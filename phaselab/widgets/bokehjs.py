"""BokehJS on the page once per notebook view, not once per explorer.

The library (about 1.3 MB inline, no network) must be on a page before a bokeh view is made,
and a notebook keeps every output it was sent: an explorer that sent it with each display
(and in two forms, plain JavaScript and bokeh's own load type) made a notebook with three
explorers weigh over 8 MB. Here it is sent once, packed (deflated, about 0.47 MB, see
:mod:`phaselab.widgets.packed_script`), in bokeh's load type only (run by the jupyter_bokeh
extension that draws the explorer), by the first explorer displayed for each page connected
to the kernel:

* A page is told apart by the client session of the request being executed (a second tab,
  or a page reloaded and run again, has its own: its first explorer sends the library again).
* The output holding it belongs to one cell; when that cell runs again (its old outputs are
  cleared) the library is sent again with it, so a saved notebook keeps one copy.
* Outside a kernel request (a script, a callback) it is always sent.

Limit: a notebook whose holding cell's outputs were cleared by hand, or deleted, keeps no
copy; reopened with a kernel, its explorers are drawn once a cell with an explorer runs again
(or after ``phaselab.widgets.explorer.load_bokehjs(force=True)``).
"""

from __future__ import annotations

import functools
from dataclasses import dataclass

#: The mime type jupyter_bokeh's page side runs as a script (bokeh.io.notebook.LOAD_MIME_TYPE).
LOAD_MIME = "application/vnd.bokehjs_load.v0+json"


@dataclass
class Request:
    """Where a display happens: the page's client session, the cell and the message id."""

    session: str | None
    cell: str | None
    message: str | None


#: The request whose output holds the library (None: not sent yet in this kernel).
_held: dict = {"request": None}


def current_request() -> Request | None:
    """The kernel request being executed now, or None outside a kernel's request."""
    from IPython import get_ipython

    shell = get_ipython()
    kernel = getattr(shell, "kernel", None)
    get_parent = getattr(kernel, "get_parent", None)
    if get_parent is None:
        return None
    parent = get_parent() or {}
    header = parent.get("header") or {}
    session = header.get("session") or None
    if session is None:
        return None
    cell = (parent.get("metadata") or {}).get("cellId") or None
    return Request(session, cell, header.get("msg_id"))


def needed(request: Request | None, held: Request | None) -> bool:
    """Whether a display made for ``request`` must carry the library, given the request
    ``held`` whose output holds it (see the module's rules)."""
    if request is None or held is None:
        return True
    if request.session != held.session:
        return True  # another page, or this one reloaded
    # the holding cell runs again: its old output (and the library in it) is being replaced
    return request.cell is not None and request.cell == held.cell and request.message != held.message


@functools.lru_cache(maxsize=1)
def packed_library() -> str:
    """:func:`library_js` packed (:mod:`phaselab.widgets.packed_script`): about 0.47 MB."""
    from phaselab.widgets.packed_script import packed

    return packed(library_js())


def library_js() -> str:
    """The core BokehJS library inline (no network), wrapped in bokeh's own loader."""
    from bokeh.core.templates import AUTOLOAD_NB_JS
    from bokeh.embed.bundle import bundle_for_objs_and_resources
    from bokeh.resources import Resources

    bundle = bundle_for_objs_and_resources(None, Resources(mode="inline", components=["bokeh"]))
    return AUTOLOAD_NB_JS.render(bundle=bundle, elementid=None, force=True, timeout=5000,
                                 register_mime=False)


def load(force: bool = False) -> bool:
    """Send the library to the page unless this page's notebook already holds it; returns
    whether it was sent. ``force`` sends it anyway."""
    from IPython.display import publish_display_data

    request = current_request()
    if not force and not needed(request, _held["request"]):
        return False
    publish_display_data({LOAD_MIME: packed_library()})
    _held["request"] = request
    return True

⁂

TASK PROMPT: Looking at the listing above, count each line that contains the word "message" and write the number with nothing else.

SOLUTION TO THIS TASK: 3